I recall that when my student deferment played out in the mid-1960’s, the only open military flying programs not requiring a college degree were the Coast Guard and the Army. Even my one-half engineering degree plus a commercial pilot license with instrument rating was trumped by a degree in anything else…library science or home economics would do.

 

The Coast Guard had an open cadet program for helicopters and as you know in those days the Army had a similar big need for a really dangerous job flying helicopters. As I look back on that time now, it seems obvious that the Army simply responded to an urgent short term demand which at the end of the Vietnam war was no longer needed in such numbers, hence the rif. The progress limitations observed in Army promotions also exists in the corporate world. At a certain management level, a certain education pedigree is expected and often this has nothing to do with an individual’s demonstrated capabilities. Has to do with entry to and acceptance by polite society, I think.

 

The outbreak of WWII presented a similar situation where most of the aircrew officers were products of cadet programs—regular Army recruitment initiatives simply couldn’t supply the numbers needed from the ranks of college graduates as they had during the twenties and thirties.
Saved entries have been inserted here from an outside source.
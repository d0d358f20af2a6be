"""The settings, read once from the environment: one variable each, HALFTURN_ and the setting's name."""

import re
from collections.abc import Iterator, Mapping
from dataclasses import asdict, dataclass, field
from typing import Final

from schemas.limits import QuestionLimits
from service.analysis import POLYNOMIAL_BITS

PREFIX: Final = "HALFTURN_"


class BadSettings(Exception):
    """The environment holds settings that cannot be; the message names all of them, a line each."""


@dataclass(frozen=True, slots=True)
class Limits:
    """Every limit that can be set; the names are those at ``/v1/limits``."""

    question: QuestionLimits = field(default_factory=QuestionLimits)
    body_bytes: int = 1_048_576
    polynomial_bits: int = POLYNOMIAL_BITS

    def values(self) -> dict[str, int]:
        """Each limit's value by its name."""
        return asdict(self.question) | {
            "body_bytes": self.body_bytes,
            "polynomial_bits": self.polynomial_bits,
        }


@dataclass(frozen=True, slots=True)
class Setting:
    """A limit that can be set: the values it may take, its unit and what it means."""

    name: str
    lowest: int
    highest: int
    unit: str
    meaning: str

    @property
    def variable(self) -> str:
        """The environment variable that sets it."""
        return f"{PREFIX}{self.name.upper()}"


# The highest values stay clear of the 4300 digits to which Python itself limits a number's text.
SETTINGS: Final = (
    Setting("body_bytes", 1_024, 67_108_864, "bytes", "size of a request's body, or of its query"),
    Setting("degree", 1, 200, "1", "degree of numerator and of denominator, multiplied out"),
    Setting("digits", 1, 1_000, "digits", "digits of a written number; of a fraction's two numbers each"),
    Setting("exponent", 0, 300, "1", "magnitude of a written power of ten"),
    Setting("blocks", 1, 200, "blocks", "blocks in series"),
    Setting("list_entries", 2, 1_000, "entries", "entries of one list of coefficients, zeros or poles"),
    Setting("polynomial_bits", 64, 1_000_000, "bits", "bits of the loop's polynomials, multiplied out"),
)


def read_limits(environment: Mapping[str, str]) -> Limits:
    """Read the limits from ``environment``, defaults where it says nothing; raises `BadSettings`.

    Other variables with the prefix are none of ours: a cluster's scheduler sets some by itself.
    """
    complaints = list(_complaints(environment))
    if complaints:
        raise BadSettings("\n".join(complaints))
    values = Limits().values()
    values |= {
        each.name: int(environment[each.variable]) for each in SETTINGS if each.variable in environment
    }
    body_bytes, polynomial_bits = values.pop("body_bytes"), values.pop("polynomial_bits")
    return Limits(QuestionLimits(**values), body_bytes, polynomial_bits)


def _complaints(environment: Mapping[str, str]) -> Iterator[str]:
    for each in SETTINGS:
        text = environment.get(each.variable)
        if text is None:
            continue
        number = int(text) if re.fullmatch(r"[0-9]{1,12}", text) else -1
        if not each.lowest <= number <= each.highest:
            yield (
                f"{each.variable} is {text!r}, but must be a whole number "
                f"from {each.lowest} to {each.highest}: {each.meaning}."
            )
A lot of those cadets, probably most of them, never flew again after the war. Think about climbing aboard a heavy, 4-engine craft and trusting your life to a 22-year old pilot having something on the order of 200-hours in his log.

 

My own experience in the surface Navy and study of the AAF staffing practices on their WWII bases in England suggests that Academy grads, regardless of the branch, were and are the services’ golden boys. They tended to be looked after and brought along by “the system.” It’s understandable, as those were the carefully selected and groomed youngsters produced by the branches themselves and I believe they had subtle advantages over all others in their services.

 

Of the first 24 Military Aviators, at least half of them were Academy graduates. That suggests to me that aviation wasn’t necessarily viewed as a backwater branch, at least by the young officers. Since their aviation section commanders had essentially no powered aviation experience (no one did, really), then who had the job to set goals and judge performance? In fact, it seems that for the first few years that task was ceded to the French FAI. And by the way, were they significantly better qualified to set the goals, or was it that they had taken the time to write something down where no one else had?

 

The active early aviators were little more than kids in their mid-twenties who were having the time of their lives—doing something that was new and exciting while working for largely clueless bosses—clueless with regard to powered flight, that is. Only Chandler, Fulois, Lahm, Beck, and Kirtland had a little age and experience on them as they were about 6-10 years older than rest of the MA’s. Interesting that of these 5, only Lahm was an Academy graduate. However, of the 6 MA’s that ultimately achieved the rank of General, only 1 was not an Academy graduate.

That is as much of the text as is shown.